Should he not have refused the Berkeley job, given those views?

“It was going to be built,” he said. “It was there. They weren’t going to just leave it. My role — again collective responsibility — was to build it.”

He took a lot of stick for it and sacked contractors ProActive who were chosen by former Works Minister Alex Scott and championed by the Bermuda Industrial Union.

And then Mr. Scott sacked him.

As he now waits to get his political career back on track, he works trying to get students on the right lines after a school career of failure.

It’s a challenge, admits Mr. DeVent.

“Many are so far out of the loop they have lost any incentive,” he said.

People have to battle their own embarrassment.

“I have had students tell me, because of their shortcomings in reading, they act out rather than be exposed.

“If they think a teacher is going to ask them to read and the rest of the class will know they are not at the level they should be — rather than do that, one student told me he would start a fight.

“We need a smaller setting where both teachers and administrators can have a closer personal relationship with students — begin to make them get over that fear and then work with each student at their level.”

Getting them later on is not so easy he says of his 40-plus students, who range in age from teens right up to people in their 50s.

“We have successes and some people we have to chase down to come back,” he said.

“We have to go after them to encourage them, many come back and pass.

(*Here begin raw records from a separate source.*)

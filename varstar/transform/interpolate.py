"""The other band at each exposure: a sampled series evaluated at other times, with an honest error.

B and V are taken in turn, not simultaneously, so the transformation needs the
target's magnitude in the other band at each exposure time.
:func:`interpolate_series` interpolates linearly between neighbouring samples
(or extrapolates from one side next to a gap) and adds an error for the
interpolation itself; the result is an :class:`Interpolated`.
"""

from __future__ import annotations

from dataclasses import dataclass
from typing import Any

import numpy as np

from varstar.results import Result, to_dict
from varstar.transform.checks import VAR_FLOOR, as_1d, check_positive, read_only

__all__ = ["Interpolated", "interpolate_series"]

# Samples farther than this many max_gap_d from the end sample do not enter the
# slope used for extrapolation at the ends of a series.
SLOPE_WINDOW = 4.0


@dataclass(frozen=True, eq=False)
class Interpolated(Result):
    """A series evaluated at other times (see :func:`interpolate_series`).

    Attributes
    ----------
    value, err : numpy.ndarray
        Interpolated value and its total 1-sigma (NaN where not ``ok``).
    meas_err : numpy.ndarray
        Part of ``err`` from the samples' own errors.
    interp_err : numpy.ndarray
        Part of ``err`` from the interpolation itself (curvature between samples;
        at the ends the slope times the gap).
    gap_d : numpy.ndarray
        Between two samples the larger distance to them; at an end the distance
        to the nearest sample; where refused the distance to the nearest usable
        sample (inf if none).
    one_sided : numpy.ndarray
        Only one side had a sample within ``max_gap_d`` (extrapolated).
    ok : numpy.ndarray
        A value could be given.
    max_gap_d : float
        The limit used.
    """

    value: np.ndarray
    err: np.ndarray
    meas_err: np.ndarray
    interp_err: np.ndarray
    gap_d: np.ndarray
    one_sided: np.ndarray
    ok: np.ndarray
    max_gap_d: float

    def to_dict(self) -> dict[str, Any]:
        """JSON-safe dict with the per-time arrays (NaN and inf become None)."""
        # Differs from the generic dict on purpose: the limit and the counts of
        # times and of usable times come first, so a person sees them before the arrays.
        d = to_dict(self)
        head = {"max_gap_d": float(self.max_gap_d), "n": int(self.ok.size), "n_ok": int(np.count_nonzero(self.ok))}
        return {**head, **{k: v for k, v in d.items() if k != "max_gap_d"}}


def _window_curvature(t: np.ndarray, y: np.ndarray, s2: np.ndarray) -> tuple[np.ndarray, np.ndarray]:
    """Second derivative and its variance for every interval between neighbouring samples.

    Interval ``k`` (between samples ``k`` and ``k + 1``) gets a weighted quadratic fit
    over the four samples ``k - 1 .. k + 2`` (the window slides inwards at the ends);
    with three samples the quadratic through them; with fewer, zero (unknown).
    """
    n = t.size
    n_int = max(n - 1, 0)
    if n < 3:
        return np.zeros(n_int), np.zeros(n_int)
    m = min(4, n)
    k = np.arange(n_int)
    start = np.clip(k - 1, 0, n - m)
    ii = start[:, None] + np.arange(m)[None, :]
    tw, yw, ww = t[ii], y[ii], 1.0 / np.maximum(s2[ii], VAR_FLOOR)
    tc = tw.mean(axis=1, keepdims=True)
    hw = 0.5 * np.ptp(tw, axis=1, keepdims=True)
    good = hw[:, 0] > 0
    hw = np.where(hw > 0, hw, 1.0)
    u = (tw - tc) / hw
    A = np.stack([np.ones_like(u), u, u * u], axis=2)  # (n_int, m, 3)
    N = np.einsum("kmi,km,kmj->kij", A, ww, A)
    b = np.einsum("kmi,km,km->ki", A, ww, yw)
    # a window with repeated times can be singular: regularise only those
    bad = ~good | (np.abs(np.linalg.det(N)) <= 1e-300)
    N[bad] = np.eye(3)
    b[bad] = 0.0
    Ninv = np.linalg.inv(N)
    coef = np.einsum("kij,kj->ki", Ninv, b)
    scale = 2.0 / hw[:, 0] ** 2
    ypp = np.where(bad, 0.0, coef[:, 2] * scale)
    var = np.where(bad, 0.0, Ninv[:, 2, 2] * scale**2)
    return ypp, var


def _curvature_at_samples(curv: np.ndarray, n: int) -> np.ndarray:
    """Curvature at each of ``n`` samples, for extrapolation: the larger of the two intervals beside it."""
    if n < 2:
        return np.zeros(1)
    if n == 2:
        return np.repeat(curv, 2)
    return np.concatenate([curv[:1], np.maximum(curv[:-1], curv[1:]), curv[-1:]])


def _end_slopes(t: np.ndarray, s2: np.ndarray, window: float) -> tuple[np.ndarray, np.ndarray]:
    """Weighted least-squares slope coefficients at every sample, backwards and forwards.

    Returns ``(back, fwd)``, each ``(n, 3)``: the slope at sample ``k`` is
    ``sum_j back[k, j] y[k - 2 + j]`` (from samples ``k - 2 .. k``) or
    ``sum_j fwd[k, j] y[k + j]`` (from ``k .. k + 2``), using only samples within
    ``window`` of sample ``k``; all-zero rows where fewer than two samples qualify.
    """
    n = t.size
    out = []
    for offsets in (np.array([-2, -1, 0]), np.array([0, 1, 2])):
        ii = np.arange(n)[:, None] + offsets[None, :]
        inside = (ii >= 0) & (ii < n)
        iic = np.clip(ii, 0, max(n - 1, 0))
        tw = t[iic]
        valid = inside & (np.abs(tw - t[:, None]) <= window)
        w = np.where(valid, 1.0 / np.maximum(s2[iic], VAR_FLOOR), 0.0)
        sw = w.sum(axis=1, keepdims=True)
        with np.errstate(invalid="ignore", divide="ignore"):
            tm = np.where(sw > 0, (w * tw).sum(axis=1, keepdims=True) / sw, 0.0)
            sxx = (w * (tw - tm) ** 2).sum(axis=1, keepdims=True)
            coef = np.where(sxx > 0, w * (tw - tm) / sxx, 0.0)
        enough = (valid.sum(axis=1) >= 2)[:, None] & (sxx > 0)
        out.append(np.where(enough, coef, 0.0))
    return out[0], out[1]


def _extrapolate(k: np.ndarray, d: np.ndarray, sign: float, coef: np.ndarray, offsets: np.ndarray, ys: np.ndarray,
                 s2: np.ndarray, curv_at: np.ndarray) -> tuple[np.ndarray, np.ndarray, np.ndarray]:
    """Value, measurement error and interpolation error a distance ``d`` from sample ``k`` on one side.

    ``sign`` is +1 forwards (from a sample before the time), -1 backwards;
    ``coef`` and ``offsets`` are the slope coefficients of that side
    (:func:`_end_slopes`) and the sample offsets they apply to.
    """
    n = ys.size
    c = coef[k]  # (q, 3)
    jj = np.clip(k[:, None] + offsets[None, :], 0, n - 1)
    slope = (c * ys[jj]).sum(axis=1)
    step = sign * d  # time from the sample to the query
    # value = y_k + slope * step: a linear combination of the samples
    lin = step[:, None] * c
    lin = lin + (jj == k[:, None]) * (offsets[None, :] == 0)
    value = ys[k] + slope * step
    meas = np.sqrt((lin**2 * s2[jj]).sum(axis=1))
    interp = np.sqrt((slope * d) ** 2 + (0.5 * curv_at[k] * d * d) ** 2)
    return value, meas, interp


def interpolate_series(t_at: Any, t: Any, y: Any, y_err: Any, *, max_gap_d: float) -> Interpolated:
    """Evaluate a sampled series (the target's magnitude in the other band) at other times.

    * Between two samples both within ``max_gap_d``: linear interpolation,
      ``y = (1 - w) y1 + w y2`` with ``w = (t - t1)/(t2 - t1)``; measurement
      variance ``(1 - w)^2 s1^2 + w^2 s2^2``.  The interpolation error of a
      function with second derivative ``y''`` is ``1/2 |y''| (t - t1)(t2 - t)``;
      ``y''`` comes from a weighted quadratic fit to the four samples around the
      interval, and ``sqrt(y''^2 + var(y''))`` is used so that a curvature hidden
      in the noise is not taken for zero.
    * With a usable sample within ``max_gap_d`` on one side only (the ends of a
      series, or next to a hole): the nearest sample plus the local slope times
      the gap (slope from a weighted line through up to three samples on that
      side, within ``4 max_gap_d``); the error adds ``|slope| x gap`` (as large
      as if no slope had been applied: one-sided data cannot tell whether the
      trend continues) and the curvature term ``1/2 |y''| gap^2``.  With a
      single sample nearby no variation can be estimated: the value is that
      sample with its own error, and ``max_gap_d`` is the only guard.
    * Farther than ``max_gap_d`` from every usable sample: ``ok = False``.

    Parameters
    ----------
    t_at : array_like
        Times to evaluate at (days; any order; NaN gives ``ok = False``).
    t, y, y_err : array_like
        The series: times (days, any order: sorted here), values and 1-sigma
        errors.  Samples with a non-finite time, value or error, or a negative
        error, are skipped.
    max_gap_d : float
        Largest distance (days) from a sample to a time it may be used for.

    Returns
    -------
    Interpolated
    """
    gap = check_positive(max_gap_d, "max_gap_d")
    tq = as_1d(t_at, "t_at")
    ts = as_1d(t, "t")
    ys = as_1d(y, "y", ts.size)
    es = as_1d(y_err, "y_err", ts.size)
    keep = np.isfinite(ts) & np.isfinite(ys) & np.isfinite(es) & (es >= 0)
    order = np.argsort(ts[keep], kind="stable")
    ts, ys, es = ts[keep][order], ys[keep][order], es[keep][order]
    s2 = es**2
    n = ts.size
    m = tq.size
    value = np.full(m, np.nan)
    meas = np.full(m, np.nan)
    interp = np.full(m, np.nan)
    gap_d = np.full(m, np.inf)
    one_sided = np.zeros(m, dtype=bool)
    if n == 0:
        nothing = np.zeros(m, dtype=bool)
        return Interpolated(read_only(value), read_only(value), read_only(meas), read_only(interp),
                            read_only(gap_d), read_only(one_sided, bool), read_only(nothing, bool), gap)

    finite_q = np.isfinite(tq)
    tqc = np.where(finite_q, tq, ts[0])
    right = np.searchsorted(ts, tqc, side="right")  # first sample after
    left = right - 1
    has_l = left >= 0
    has_r = right < n
    li = np.clip(left, 0, n - 1)
    ri = np.clip(right, 0, n - 1)
    dl = np.where(has_l, tqc - ts[li], np.inf)
    dr = np.where(has_r, ts[ri] - tqc, np.inf)
    in_l = has_l & (dl <= gap) & finite_q
    in_r = has_r & (dr <= gap) & finite_q
    exact = in_l & (dl == 0)

    # curvature per interval (interval k between samples k and k+1), inflated by its own uncertainty
    ypp, ypp_var = _window_curvature(ts, ys, s2)
    curv = np.sqrt(ypp**2 + ypp_var)

    # --- two-sided linear interpolation
    both = in_l & in_r & ~exact
    if np.any(both):
        i1, i2 = li[both], ri[both]
        d1, d2 = dl[both], dr[both]
        h = ts[i2] - ts[i1]
        w = np.where(h > 0, d1 / np.where(h > 0, h, 1.0), 0.5)
        value[both] = (1.0 - w) * ys[i1] + w * ys[i2]
        meas[both] = np.sqrt((1.0 - w) ** 2 * s2[i1] + w**2 * s2[i2])
        interp[both] = 0.5 * curv[i1] * d1 * d2
        gap_d[both] = np.maximum(d1, d2)
    # --- exactly at a sample
    if np.any(exact):
        value[exact] = ys[li[exact]]
        meas[exact] = es[li[exact]]
        interp[exact] = 0.0
        gap_d[exact] = 0.0

    # --- one side only: nearest sample plus slope x gap
    fwd_only = in_l & ~in_r & ~exact  # extrapolate forwards from the left sample
    bwd_only = in_r & ~in_l  # backwards from the right sample
    if np.any(fwd_only | bwd_only):
        back, fwd = _end_slopes(ts, s2, SLOPE_WINDOW * gap)
        curv_at = _curvature_at_samples(curv, n)
        for sel, coef, base, sign, dist, offsets in (
            (fwd_only, back, li, 1.0, dl, np.array([-2, -1, 0])),
            (bwd_only, fwd, ri, -1.0, dr, np.array([0, 1, 2])),
        ):
            if np.any(sel):
                value[sel], meas[sel], interp[sel] = _extrapolate(base[sel], dist[sel], sign, coef, offsets, ys, s2,
                                                                  curv_at)
                gap_d[sel] = dist[sel]
                one_sided[sel] = True

    ok = finite_q & (in_l | in_r)
    err = np.where(ok, np.sqrt(meas**2 + interp**2), np.nan)
    gap_d = np.where(~ok, np.where(finite_q, np.minimum(dl, dr), np.inf), gap_d)
    return Interpolated(
        value=read_only(np.where(ok, value, np.nan)),
        err=read_only(err),
        meas_err=read_only(np.where(ok, meas, np.nan)),
        interp_err=read_only(np.where(ok, interp, np.nan)),
        gap_d=read_only(gap_d),
        one_sided=read_only(one_sided, bool),
        ok=read_only(ok, bool),
        max_gap_d=gap,
    )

“Many students come here and I ask them ‘You appear to be able to do this, it’s not a lack of ability. What’s been the problem?’ Many say ‘Nobody cared about me’.”

Mr. DeVent, who has been at CARE since August, is there to show them someone cares now.

“I enjoy this job and I am seeing the results,” he said.

But a failure to fix Bermuda’s ailing education system will be disastrous, he added.

With its tiny geography, there will be no escaping the ghetto which will be created, said Mr. DeVent.

“You cannot escape to the suburbs of Connecticut and drive through the ghetto of New York. We are too close for that.”

Race problems have long been blamed on Bermuda’s uneven society.

Asked what was holding the young black male back today, he said: “Education is the key for anyone moving forward. If you can put your head down and do whatever you have to do, whether you are black or white, that’s the key.”